The input:
============
//! Cycle jumping: the slow state is integrated over the cycle count by an adaptive
//! Bogacki–Shampine integrator ([`super::integrator`]); every evaluation of the rates simulates one
//! duty cycle at the health the integrator asks about, warm-started from the last simulated
//! cycle so it starts from (nearly) the periodic state. The warm state is carried to the new
//! health at its state of charge, both particles moved to the new balance ([`CellModel::carry_over`]),
//! and with its temperature excess over the ambient kept: a cycle's rates then depend on the
//! health and the day, not on where the integrator evaluated last. Taking lithium only from the
//! negative and keeping the absolute temperature left the measured-day demo's rates 5·10⁻⁴ and
//! the ferry's (monthly ambient) 7 % off their periodic values after a jump, which the error
//! estimate took for curvature. Where the fade curve bends the error
//! estimate grows and the integrator shortens its steps by itself. The reference mode
//! simulates every cycle and advances the state by each cycle's rates.
//!
//! References: P. Bogacki, L. F. Shampine, Appl. Math. Lett. 2 (1989) 321; E. Hairer,
//! S. P. Nørsett, G. Wanner, *Solving Ordinary Differential Equations I*, Springer (1993).

use super::integrator::{integrate, DenseSolution, IntegratorSettings, SlowSystem};
use super::plan::{Ambient, Horizon, Plan};
use super::result::*;
use super::ForecastOptions;
use crate::aging::state::{crack_film_mean_thickness_m, lithium_only};
use crate::aging::CalibrationRange;
use crate::aging::{
    health_of, mechanisms_for, AgingContext, AgingParams, AgingState, Component, Mechanism, COMPONENTS,
    COMPONENT_COUNT, STATE_LEN,
};
use crate::cycle::cell::LIMIT_SLACK;
use crate::cycle::Cell;
use crate::cycle::{
    balance_cell, simulate_cycle, simulate_periodic_with, Balance, CellModel, CellState, CycleRecord, CycleRun, Health,
    Scenario, SolverSettings,
};
use crate::material::constants::{SECONDS_PER_HOUR, ZERO_CELSIUS_K};
use nalgebra::DVector;
use std::cell::RefCell;

pub(super) const SECONDS_PER_DAY: f64 = 86_400.0;
/// How far past its share of the day the fresh cell's cycle may run before the usage is
/// refused: a rounding margin, not a licence.
pub(super) const USAGE_DAY_TOLERANCE: f64 = 1e-3;
pub(super) const DAYS_PER_YEAR: f64 = 365.25;
/// Length and C-rate of the resistance pulse.
pub(super) const PULSE_S: f64 = 10.0;
pub(super) const PULSE_C_RATE: f64 = 1.0;
/// Integrator settings of cycle jumping (see `integrate_jumping`).
pub(super) const ABSOLUTE_TOLERANCE: f64 = 1e-7;
pub(super) const FIRST_STEP: f64 = 1.0;
/// Largest growth of the integrator's step from one step to the next. The usual 10 lets a step
/// after a smooth stretch overshoot into a bend and be thrown away; with 3 the airport tug's
/// 5000 cycles simulated 266 cycles instead of 314 (Dormand–Prince), and the smooth demos no
/// more.
pub(super) const STEP_GROWTH_MAX: f64 = 3.0;
/// The step controller's safety factor, β of its PI control, and the most a rejected step
/// shrinks (1/5): the usual values (Hairer, Nørsett & Wanner, §II.4).
const STEP_SAFETY: f64 = 0.9;
const STEP_PI_BETA: f64 = 0.04;
const STEP_SHRINK_MIN: f64 = 0.2;
/// Steps allowed per integration: far more than any horizon takes (tens), a bound on time.
const STEP_LIMIT: usize = 100_000;
/// Cycling horizons up to this many cycles are simulated cycle by cycle: jumping simulates at
/// least 14 cycles on every demo whatever the horizon (its first evaluation and four steps of
/// three; 14 for 25 or 40 cycles), so there every cycle is no dearer and is the reference
/// itself.
pub(super) const EVERY_CYCLE_UP_TO_CYCLES: f64 = 13.0;

/// What one simulated cycle showed, kept for reporting between the integrator's points.
#[derive(Debug, Clone, Copy)]
pub(super) struct CycleSnapshot {
    pub(super) x: f64,
    pub(super) duty_capacity_ah: f64,
    pub(super) peak_temperature_k: f64,
    pub(super) min_temperature_k: f64,
    pub(super) min_neg_potential_v: f64,
    pub(super) peak_charge_a: f64,
    /// Step (0-based) where the charge current peaked.
    pub(super) peak_charge_step: usize,
    pub(super) peak_discharge_a: f64,
    pub(super) peak_discharge_step: usize,
    /// Time a measured series was held at a voltage limit in this cycle, s.
    pub(super) voltage_limited_s: f64,
}

/// Why a rate evaluation could not be made.
#[derive(Debug, Clone, PartialEq)]
pub(super) enum RateFailure {
    /// No charge can be cycled in the voltage window any more: the cell is used up.
    Exhausted,
    Failed(ForecastFailure),
}

/// A cycle that could not be simulated.
pub(super) fn cycle_failure(error: impl std::fmt::Display) -> RateFailure {
    RateFailure::Failed(ForecastFailure::Cycle { detail: error.to_string() })
}

/// Everything one forecast needs, with the mutable parts behind RefCells because the
/// integrator calls the rate function through a shared reference.
struct Forecaster<'a> {
    scenario: &'a Scenario,
    plan: &'a Plan,
    aging: &'a AgingParams,
    model: CellModel,
    mechanisms: Vec<Box<dyn Mechanism>>,
    settings: SolverSettings,
    lithium_fresh_coulomb: f64,
    /// The last simulated cycle's end state, the ambient it ran in (K) and the balance then.
    warm: RefCell<Option<(CellState, f64, Balance)>>,
    record: RefCell<CycleRecord>,
    log: RefCell<Vec<CycleSnapshot>>,
    failure: RefCell<Option<(f64, RateFailure)>>,
    simulated: RefCell<usize>,
}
============
Description of the task: In the listing above, find the line holding "pub(super) const ABSOLUTE_TOLERANCE: f64" and the line holding "smooth demos no", then output those two lines and every line between them exactly.

Solution to this exercise:
pub(super) const ABSOLUTE_TOLERANCE: f64 = 1e-7;
pub(super) const FIRST_STEP: f64 = 1.0;
/// Largest growth of the integrator's step from one step to the next. The usual 10 lets a step
/// after a smooth stretch overshoot into a bend and be thrown away; with 3 the airport tug's
/// 5000 cycles simulated 266 cycles instead of 314 (Dormand–Prince), and the smooth demos no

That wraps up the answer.